I only see this happening in a world where instances become more isolated, because participating in large relays with thousands of other high-volume instances will mean pumping more content than today's instances can chew.

Or if governments step in to fund our platforms, because the private sector works on a completely different set of incentives. And that's something that is already being discussed in the EU (assuming that their current Mastodon experiment won't be just a hay fire).

However, when it comes to independence, government-sponsored initiatives and government-funded platforms come with similar problems as those that you would have by relying on the money on somebody waiting to make a profit. So I really don't see a solution on the horizon that would allows us to scale up exponentially without having to accept uncomfortable trade-offs.

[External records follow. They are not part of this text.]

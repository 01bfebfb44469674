/* Water and salt balance: closes on a synthetic pond with known
 * evaporation, rain and transfers (worked by hand below); calibration drift;
 * evaporation scaled by water activity (Salhotra, Adams & Harleman 1985). */
#include <math.h>
#include <setjmp.h>
#include <stdarg.h>
#include <stddef.h>
#include <cmocka.h>

#include "hydro_near.h"

#include "hc_balance.h"

/* The synthetic brine of these tests has salt concentration c = K (rho -
 * 998.2) kg/m3: invented, linear through fresh water, so the drift check's
 * secant slope is exact for it. */
#define K_SALT 1.5
static double w_of_rho(double rho)
{
    return K_SALT * (rho - 998.2) / rho;
}

/* Synthetic pond, 10 days, 100 m x 100 m with vertical walls (10000 m2):
 * - start: 0.600 m of brine at 1150 kg/m3;
 * - pump in: 5 h at 100 m3/h of brine at 1100 kg/m3, w = 0.14;
 * - flow meter out: 200 m3 of brine at 1150 kg/m3 (the pond's own);
 * - rain 12 mm; true evaporation 6.0 mm/day, i.e. 600 000 kg of water.
 * The end state follows by hand from these masses; the balance must give
 * 6.0 mm/day back and a zero salt residual. */
static void synthetic_pond(hc_balance_input *in, double *v_end, double *rho_end)
{
    const double area = 10000, days = 10;
    hc_brine_mass start, received, sent;
    double v_in;
    assert_int_equal(hc_pumped_volume(5 * 3600.0, 100, &v_in), HC_OK);
    assert_near(v_in, 500, 1e-12);
    assert_int_equal(hc_brine_mass_of(0.600 * area, 1150, w_of_rho(1150), &start), HC_OK);
    assert_int_equal(hc_brine_mass_of(v_in, 1100, 0.14, &received), HC_OK);
    assert_int_equal(hc_brine_mass_of(200, 1150, w_of_rho(1150), &sent), HC_OK);
    double rain_kg = 0.012 * area * 1000, evap_kg = 0.006 * days * area * 1000;
    double water_end = start.water_kg + received.water_kg + rain_kg - sent.water_kg - evap_kg;
    double salt_end = start.salt_kg + received.salt_kg - sent.salt_kg;
    /* End density: solve w(rho) = salt / (salt + water) for the synthetic
     * brine: K (rho - 998.2) / rho = w  ->  rho = 998.2 K / (K - w). */
    double w_end = salt_end / (salt_end + water_end);
    *rho_end = 998.2 * K_SALT / (K_SALT - w_end);
    *v_end = (salt_end + water_end) / *rho_end;
    in->duration_days = days;
    in->mean_area_m2 = area;
    in->start = start;
    in->received = received;
    in->sent = sent;
    in->rain_mm = 12;
    in->deposited_salt_kg = 0;
    assert_int_equal(hc_brine_mass_of(*v_end, *rho_end, w_of_rho(*rho_end), &in->end), HC_OK);
}

static void balance_closes(void **unused)
{
    (void)unused;
    hc_balance_input in;
    double v_end, rho_end;
    synthetic_pond(&in, &v_end, &rho_end);
    hc_balance_result r;
    assert_int_equal(hc_balance_close(&in, &r), HC_OK);
    assert_near(r.net_evaporation_mm_day, 6.0, 1e-9);
    assert_near(r.evaporated_kg, 600000, 1e-6);
    assert_near(r.salt_residual_kg, 0, 1e-6);
    double rho_pred;
    int drift = -1;
    assert_int_equal(hc_balance_density_check(&in, &r, v_end, rho_end, 2.0, &rho_pred, &drift),
                     HC_OK);
    assert_near(rho_pred, rho_end, 1e-9);
    assert_int_equal(drift, 0);
}

static void crystalliser_deposit_closes_salt(void **unused)
{
    (void)unused;
    /* Same pond, but 30 t of salt crystallised: the brine holds 30 t less
     * and the balance, told so, still closes. */
    hc_balance_input in;
    double v_end, rho_end;
    synthetic_pond(&in, &v_end, &rho_end);
    in.end.salt_kg -= 30000;
    in.deposited_salt_kg = 30000;
    hc_balance_result r;
    assert_int_equal(hc_balance_close(&in, &r), HC_OK);
    assert_near(r.salt_residual_kg, 0, 1e-6);
    assert_near(r.net_evaporation_mm_day, 6.0, 1e-9);
}

static void density_drift_is_flagged(void **unused)
{
    (void)unused;
    /* The densitometer reads 5 kg/m3 high at the end: the salt it implies
     * exceeds what the balance allows, and the predicted density is the
     * true one (exact for the synthetic linear brine). */
    hc_balance_input in;
    double v_end, rho_true;
    synthetic_pond(&in, &v_end, &rho_true);
    double rho_meas = rho_true + 5;
    assert_int_equal(hc_brine_mass_of(v_end, rho_meas, w_of_rho(rho_meas), &in.end), HC_OK);
    hc_balance_result r;
    assert_int_equal(hc_balance_close(&in, &r), HC_OK);
    assert_true(r.salt_residual_kg < 0);
    double rho_pred;
    int drift = 0;
    assert_int_equal(hc_balance_density_check(&in, &r, v_end, rho_meas, 2.0, &rho_pred, &drift),
                     HC_OK);
    assert_near(rho_pred, rho_true, 1e-6);
    assert_int_equal(drift, 1);
    /* A 10 kg/m3 tolerance accepts the same reading. */
    assert_int_equal(hc_balance_density_check(&in, &r, v_end, rho_meas, 10.0, &rho_pred, &drift),
                     HC_OK);
    assert_int_equal(drift, 0);
}

static void bad_inputs_are_errors(void **unused)
{
    (void)unused;
    hc_balance_input in;
    double v_end, rho_end;
    synthetic_pond(&in, &v_end, &rho_end);
    hc_balance_result r;
    hc_balance_input bad = in;
    bad.rain_mm = -1;
    assert_int_equal(hc_balance_close(&bad, &r), HC_ERR_NEGATIVE);
    bad = in;
    bad.duration_days = 0;
    assert_int_equal(hc_balance_close(&bad, &r), HC_ERR_ARGUMENT);
    bad = in;
    bad.received.water_kg = NAN;
    assert_int_equal(hc_balance_close(&bad, &r), HC_ERR_NOT_FINITE);
    bad = in;
    bad.mean_area_m2 = 0;
    assert_int_equal(hc_balance_close(&bad, &r), HC_ERR_ARGUMENT);
    hc_brine_mass m;
    assert_int_equal(hc_brine_mass_of(-1, 1100, 0.1, &m), HC_ERR_NEGATIVE);
    assert_int_equal(hc_brine_mass_of(1, 1100, 1.2, &m), HC_ERR_DOMAIN);
    double v;
    assert_int_equal(hc_pumped_volume(-5, 100, &v), HC_ERR_NEGATIVE);
    assert_int_equal(hc_pumped_volume(5, NAN, &v), HC_ERR_NOT_FINITE);
}

static void evaporation_slows_with_activity(void **unused)
{
    (void)unused;
    /* f = (a_w - RH) / (1 - RH) (Salhotra, Adams & Harleman 1985, Dalton
     * form at equal surface temperature); worked by hand. */
    double f;
    assert_int_equal(hc_evaporation_activity_factor(0.75, 0.0, &f), HC_OK);
    assert_near(f, 0.75, 1e-15);
    assert_int_equal(hc_evaporation_activity_factor(0.75, 0.5, &f), HC_OK);
    assert_near(f, 0.5, 1e-15);
    /* Brine drier than the air takes up water. */
    assert_int_equal(hc_evaporation_activity_factor(0.45, 0.6, &f), HC_OK);
    assert_true(f < 0);
    assert_int_equal(hc_evaporation_activity_factor(1.1, 0.5, &f), HC_ERR_DOMAIN);
    assert_int_equal(hc_evaporation_activity_factor(0.9, 1.0, &f), HC_ERR_DOMAIN);
    /* Seawater a_w 0.98 (Salhotra et al. 1985; from memory), pan 10 mm/day, pan coefficient 0.7
     * (Kohler, Nordenson & Fox 1955, from memory), RH 0.6: by hand
     * 10 * 0.7 * (0.38 / 0.4) = 6.65 mm/day. */
    double e;
    assert_int_equal(hc_evaporation_expected(10, 0.7, 0.98, 0.6, &e), HC_OK);
    assert_near(e, 6.65, 1e-12);
    /* Halite-point brine (a_w 0.75, HMW84 halite point [C]) under the same weather:
     * 10 * 0.7 * (0.15 / 0.4) = 2.625 mm/day. */
    assert_int_equal(hc_evaporation_expected(10, 0.7, 0.75, 0.6, &e), HC_OK);
    assert_near(e, 2.625, 1e-12);
}

int main(void)
{
    const struct CMUnitTest tests[] = {
        cmocka_unit_test(balance_closes),
        cmocka_unit_test(crystalliser_deposit_closes_salt),
        cmocka_unit_test(density_drift_is_flagged),
        cmocka_unit_test(bad_inputs_are_errors),
        cmocka_unit_test(evaporation_slows_with_activity),
    };
    return cmocka_run_group_tests(tests, NULL, NULL);
}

The Fediverse has many solution for the technological problem. But only once we also solve the users problem ("how do we move millions of people away from products they're addicted to and onto an alternative with higher entry barriers?") and the financial problem ("how do we make sure that there are enough financial incentives in place for people to keep the lights on, even when the resources to keep them on go up a ramp?") we can think of *really* scaling things up here.

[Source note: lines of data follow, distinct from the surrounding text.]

/* JSON form of a brine state: every brine-state field, null for unknowns,
 * names for stages, methods and warnings. A format contract, no science. */
#include <math.h>
#include <setjmp.h>
#include <stdarg.h>
#include <stddef.h>
#include <stdlib.h>
#include <string.h>
#include <cmocka.h>

#include "calc_assert.h"
#include "hc_seawater.h"
#include "hp_state_json.h"

static const char *const design_fields[] = {
    "practical_salinity", "salinity_g_kg", "density_kg_m3", "temperature_c",
    "specific_gravity", "reference_temperature_c", "baume", "concentration_factor",
    "stage", "next_stage", "next_stage_density_kg_m3", "saturation_index",
    "water_activity", "method", "warnings",
};

static void cleared_state_is_all_null(void **unused)
{
    (void)unused;
    hc_brine_state st;
    hc_state_clear(&st);
    json_t *o = hp_state_to_json(&st);
    assert_non_null(o);
    for (size_t i = 0; i < sizeof design_fields / sizeof design_fields[0]; i++)
        assert_non_null(json_object_get(o, design_fields[i]));
    assert_true(json_is_null(json_object_get(o, "practical_salinity")));
    assert_true(json_is_null(json_object_get(o, "stage")));
    assert_true(json_is_null(json_object_get(o, "next_stage")));
    assert_true(json_is_null(json_object_get(o, "baume_modulus")));
    assert_string_equal(json_string_value(json_object_get(o, "method")), "none");
    assert_int_equal(json_object_size(json_object_get(o, "saturation_index")), 0);
    assert_int_equal(json_array_size(json_object_get(o, "warnings")), 0);
    /* 15 brine-state fields plus baume_modulus, the two densities at the
     * reference temperature and four uncertainties, nothing else */
    assert_int_equal(json_object_size(o), 22);
    assert_true(json_is_null(json_object_get(o, "density_ref_kg_m3")));
    assert_true(json_is_null(json_object_get(o, "next_stage_density_ref_kg_m3")));
    assert_true(json_is_null(json_object_get(o, "density_uncertainty_kg_m3")));
    json_decref(o);
}

static void filled_state(void **unused)
{
    (void)unused;
    hc_brine_state st;
    assert_int_equal(hc_seawater_state_from_conductivity(2.0, 20.0, 0.0, NULL, &st), HC_OK);
    st.saturation_index[HC_MIN_GYPSUM] = -0.75;
    st.saturation_index[HC_MIN_HALITE] = INFINITY; /* not finite: left out */
    st.next_stage = HC_STAGE_MAGNESIUM_SULFATE;
    st.next_stage_density_kg_m3 = NAN;
    json_t *o = hp_state_to_json(&st);
    assert_non_null(o);
    assert_near(json_real_value(json_object_get(o, "practical_salinity")),
                st.practical_salinity, 0.0);
    assert_near(json_real_value(json_object_get(o, "density_kg_m3")), st.density_kg_m3, 0.0);
    assert_near(json_real_value(json_object_get(o, "baume_modulus")), 145.0, 0.0);
    assert_string_equal(json_string_value(json_object_get(o, "stage")), "seawater");
    assert_string_equal(json_string_value(json_object_get(o, "next_stage")),
                        "magnesium-sulfate");
    assert_true(json_is_null(json_object_get(o, "next_stage_density_kg_m3")));
    assert_string_equal(json_string_value(json_object_get(o, "method")), "pss78");
    json_t *si = json_object_get(o, "saturation_index");
    assert_int_equal(json_object_size(si), 1);
    assert_near(json_real_value(json_object_get(si, "gypsum")), -0.75, 0.0);
    json_t *w = json_object_get(o, "warnings");
    assert_int_equal(json_array_size(w), 2);
    /* lowest bit first: below-feed (bit 4), then hill-extension (bit 5) */
    assert_string_equal(json_string_value(json_array_get(w, 0)), "below-feed");
    assert_string_equal(json_string_value(json_array_get(w, 1)), "hill-extension");
    /* serialises and parses back to the same object */
    char *text = json_dumps(o, JSON_REAL_PRECISION(17));
    assert_non_null(text);
    json_t *back = json_loads(text, 0, NULL);
    assert_non_null(back);
    assert_true(json_equal(o, back));
    json_decref(back);
    free(text);
    json_decref(o);
}

int main(void)
{
    const struct CMUnitTest tests[] = {
        cmocka_unit_test(cleared_state_is_all_null),
        cmocka_unit_test(filled_state),
    };
    return cmocka_run_group_tests_name("state_json", tests, NULL, NULL);
}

@atomicpoet @blacklight this is to the point that Linux Desktop Ubuntu is 👍 great. I've used Linux since 2003 or so. It has improved steadily without fuckin everything up that you have worked for. #Windows / #Microsoft likes to reinvent the wheel every few years causing shitty migrations from hell. Linux has been pretty stable and I still have all docs and emails I have ever written in #openoffice #libreoffice. There have been a ton of hiccups along the way, but not bad.

@atomicpoet I should have clarified a bit better: by "destroying Linux" I didn't mean "Linux has remained a niche product". Of course it's not, of course it's everywhere - and, of course, the desktop experience is not even that bad.

But you also raised a good point: "does average Joe know that he's using Linux?"

Average Joe doesn't need to know that his phone, TV, car and dishwasher (and, of course, all of the servers that run the Internet) are running some flavour of Linux. He perceives them as completely different products with completely different purposes and, as long as he's provided with an intuitive interface, he doesn't even have to care. Barriers have already been lowered by the producer of the good or service

That's not the same for social media. When it comes to social media, average Joe has to take an *active* action - set up an account, figure out how things work in the least possible number of steps, and get used to a new interface. And that's where the Fedi still has many friction points because of the number of choices that average Joe needs to make before being able to be an active user.

(And btw, I'm not advocating to lower the barriers to let average Joe in. We may also decide that the technical trade-offs of the Fedi are exactly what keeps it good instead of being just another centralized platform. We may also decide that we don't want to dilute the quality of the content here by letting the flood gates open).

@blacklight By ActivityPub existing, the Fediverse is ultimately the "Linux of Social Networks".

Also, I reject your premise because Average Joe is a shitty persona.

How do I know that a social media app will die? It's made for Average Joe.

@Fabio Manganiello @Chris Trottier My tactic for dealing with that is to create communities that people want to join, revolving around content and discussion boards, and giving them a fediverse account for free. They join for my website's community and content, and then perhaps later they realize they can talk to the entire fediverse. It is a way of onboarding people into the fediverse that don't even know what the fediverse is yet.